Since we know that each part of a partition verifies 1 <= part && part <= max, a first implementation can be:

iType getIndex(const std::vector<pType>& partition, pType max) {
    pSize i = partition.size();
    iType result = 0;
    while (i > 0) {
        i--;
        const pType iMin = 1;
        const pType iMax = max;
        pType part = partition[i];
        result = result*(iMax+1-iMin) + (part-iMin);
    }
    return result;
}

std::vector<pType> getPartition(iType index, pSize size, pType max) {
    std::vector<pType> result(size,0);
    iType currentIndex = index;
    for (pSize i = 0; i < size; i++) {
        const pType iMin = 1;
        const pType iMax = max;
        pType divider = iMax + 1 - iMin;
        result[i] = iMin + currentIndex % divider;
        currentIndex = currentIndex / divider;
    }
    return result;
}

Live demo

This works, however computed indices are quite large. The trick to get lower indices is to compute finer values of iMax and iMin at each loop iteration, using the fact that we're working on partitions, not on an aribrary vector in [1;max].

Better compression with range constraints

Adding a self-imposed constraint:

1. partitions are sorted from largest to lowest part: p[i] >= p[i+1]

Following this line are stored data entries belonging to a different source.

/**
 * Ranking scored candidates by the ranking measure, rankBy (lower is better).
 * Scores within 1e-9 relative of each other tie; ties go to the lower complexity,
 * then to registry order. If the chosen metric is undefined (null) for any scored
 * candidate (e.g. MASE on a history whose in-sample differences are all zero), the
 * ranking uses MAE for every candidate instead and says so. This ranking shortlists;
 * the final choice among the first three is by AICc (shortlist.ts, shortlistFirst).
 * A candidate whose ranking metric is still undefined (MAE too) cannot be compared:
 * it becomes a 'failed' candidate with a reason and is left out of `order`,
 * so no score is ever Infinity or NaN.
 */
import { approxEqual } from '../numeric.js'
import type { Candidate, MetricName, ModelName, ModelSpec } from '../types.js'
import type { Evaluation } from './evaluate.js'

export const TIE_TOLERANCE = 1e-9

export interface Ranking {
  /** Candidates: scored ones best first, then skipped and failed ones. */
  readonly candidates: Candidate[]
  /** Indexes into the evaluations, best first (scored only). */
  readonly order: number[]
  readonly metric: MetricName
  readonly fellBack: boolean
}

export function rankEvaluations(
  specs: readonly ModelSpec[],
  evaluations: readonly Evaluation[],
  requested: MetricName,
): Ranking {
  const withMetrics = evaluations.map((e, i) => i).filter((i) => evaluations[i]!.metrics !== undefined)
  const fellBack = withMetrics.some((i) => evaluations[i]!.metrics![requested] === null)
  const metric: MetricName = fellBack ? 'mae' : requested
  const value = (i: number): number | null => {
    const v = evaluations[i]!.metrics![metric]
    return v === null || !Number.isFinite(v) ? null : v
  }
  const scored = withMetrics.filter((i) => value(i) !== null)
  const score = (i: number): number => value(i)!
  const order = [...scored].sort((a, b) => {
    const sa = score(a)
    const sb = score(b)
    if (!approxEqual(sa, sb, TIE_TOLERANCE)) return sa - sb
    if (specs[a]!.complexity !== specs[b]!.complexity) return specs[a]!.complexity - specs[b]!.complexity
    return a - b
  })
  const candidates: Candidate[] = order.map((i) => withScore(evaluations[i]!.entry, score(i)))
  for (const i of withMetrics) {
    if (value(i) !== null) continue
    const { score: _score, ...entry } = evaluations[i]!.entry
    candidates.push({ ...entry, status: 'failed', reason: `${metric} is undefined for this candidate, so it cannot be ranked` })
  }
  for (const e of evaluations) if (e.metrics === undefined) candidates.push(e.entry)
  return { candidates, order, metric, fellBack }
}

/**
 * `{ ...entry, score }`. A scored entry (model, family, status, holdoutErrors: evaluate.ts) is
 * written as a literal with the same keys in the same order: the spread took a slow
 * path per entry (about 4% of forecastSeries in a CPU profile).
 */
function withScore(entry: Candidate, score: number): Candidate {
  if (entry.holdoutErrors !== undefined && entry.score === undefined && entry.reason === undefined && Object.keys(entry).length === 4) {
    return { model: entry.model, family: entry.family, status: entry.status, holdoutErrors: entry.holdoutErrors, score }
  }
  return { ...entry, score }
}

/**
 * The candidates in final order: the refitted shortlist (select/shortlist.ts) first, in
 * the order of `names` (best first), then every other candidate as ranked.
 */
export function shortlistFirst(candidates: readonly Candidate[], names: readonly ModelName[]): Candidate[] {
  const front = names.map((name) => candidates.find((e) => e.model === name)).filter((e): e is Candidate => e !== undefined)
  return [...front, ...candidates.filter((e) => !names.includes(e.model))]
}
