/** Model selection and the forecastSeries entry point. */
export { forecastSeries, forecastSeriesWith, type EngineModels } from './forecast-series.js'
export { defaultHoldout, defaultHoldoutOrigins, planHoldout, type HoldoutPlan } from './holdout.js'
export { rankEvaluations, TIE_TOLERANCE } from './rank.js'
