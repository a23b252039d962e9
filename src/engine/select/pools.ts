/**
 * What each model search (SeriesInput.modelSearch) tries, in one place.
 *
 * - fast (default): the registry's default pool, one holdout origin, five calibration
 *   fits of the winner (select/calibrate.ts); the interval measures of the holdout only
 *   for the chosen model.
 * - thorough: the default pool plus THOROUGH_EXTRA, at least three rolling holdout origins
 *   (more if the request sets more), up to 24 calibration fits over horizon + 12 origins,
 *   and the interval measures for every candidate. Costs and gains: bench/RESULTS.md
 *   (bench:competition --mode thorough).
 */
import { MODEL_REGISTRY } from '../models.js'
import { thoroughModels } from '../thorough-models.js'
import type { ModelSearch, ModelSpec } from '../types.js'
import type { CalibrationBudget } from './calibrate.js'

/**
 * Models only the thorough search tries, after the default pool: the state-space family,
 * the optimised Thetas and the median combination, which cost tens to hundreds of times a
 * default candidate (bench/RESULTS.md). auto-arima is left out of the search: on monthly
 * series one fit costs seconds; it is fitted when a request lists it in `models`.
 */
export const THOROUGH_EXTRA: readonly ModelSpec[] = thoroughModels.filter((spec) => spec.name !== 'auto-arima')

/** Every model a request may list in `models`, whatever its search. */
export const LISTABLE_MODELS: readonly ModelSpec[] = [...MODEL_REGISTRY, ...thoroughModels]

export interface SearchSettings {
  /** Fewest rolling holdout origins (a request may set more). */
  readonly holdoutOrigins: number
  readonly calibration: CalibrationBudget
  /** Interval measures (msis, pinball) for every candidate, not only the chosen one. */
  readonly intervalScoresForAll: boolean
}

export const SEARCH: Readonly<Record<ModelSearch, SearchSettings>> = {
  fast: { holdoutOrigins: 1, calibration: { extra: 2, maxFits: 5 }, intervalScoresForAll: false },
  thorough: { holdoutOrigins: 3, calibration: { extra: 12, maxFits: 24 }, intervalScoresForAll: true },
}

We can deduce, for p in parts(num, size, max):

2. p[0] >= 1 + (num-1) / size
3. p[0] <= num + 1 - size

Constraints 2 & 3 can be applied recursively to all p[i], by noting that p[1..size-1] is in parts(num-p[0], size-1, p[0])

Therefore we can compute better iMin & iMax, and inject them in the previous implementation:

// !! Requires a sorted partition, from greatest to lowest part.
iType getIndex2(const std::vector<pType>& partition, pType max) {
    pSize size = partition.size();
    iType result = 0;
    pType currentNum = 0;

    pSize i = partition.size();
    while (i > 0) {
        i--;
        pType part = partition[i];
        currentNum = currentNum + part;
        pType iMax = currentNum+1-(size-i); // constraint 3
        if (i > 0) {
            iMax = std::min<pType>(iMax, partition[i-1]); // constraint 1
        } else {
            iMax = std::min<pType>(iMax, max);
        }
        pType iMin = 1+(currentNum-1)/(size-i); // constraint 2
        result = result*(iMax+1-iMin) + (part-iMin);
    }
    return result;
}

std::vector<pType> getPartition2(iType index, pType num, pSize size, pType max) {
    std::vector<pType> result(size,0);
    iType currentIndex = index;
    pType iMax = std::min<pType>(max, num + 1 - size); // constraint 3
    pType currentNum = num;
    for (pSize i = 0; i < size; i++) {
        pType iMin = 1+(currentNum-1)/(size-i); // constraint 2
        pType diviser = iMax+1-iMin;
        result[i] = iMin + currentIndex % diviser;
        currentIndex = currentIndex / diviser;
        currentNum = currentNum - result[i];
        iMax = std::min<pType>(result[i], currentNum + 1 - (size - i -1)); // constraint 1 & 3 for step (i+1)
    }
    return result;
}

Live demo

TODO

• sanity checks: the provided implementations can go into undefined behaviour if the partition is not sorted, or the partition/index is not valid.
• evaluate when iType will be overflowed (and check if it's good enough for you). I don't know how fast the indices grows depending on num,size and max.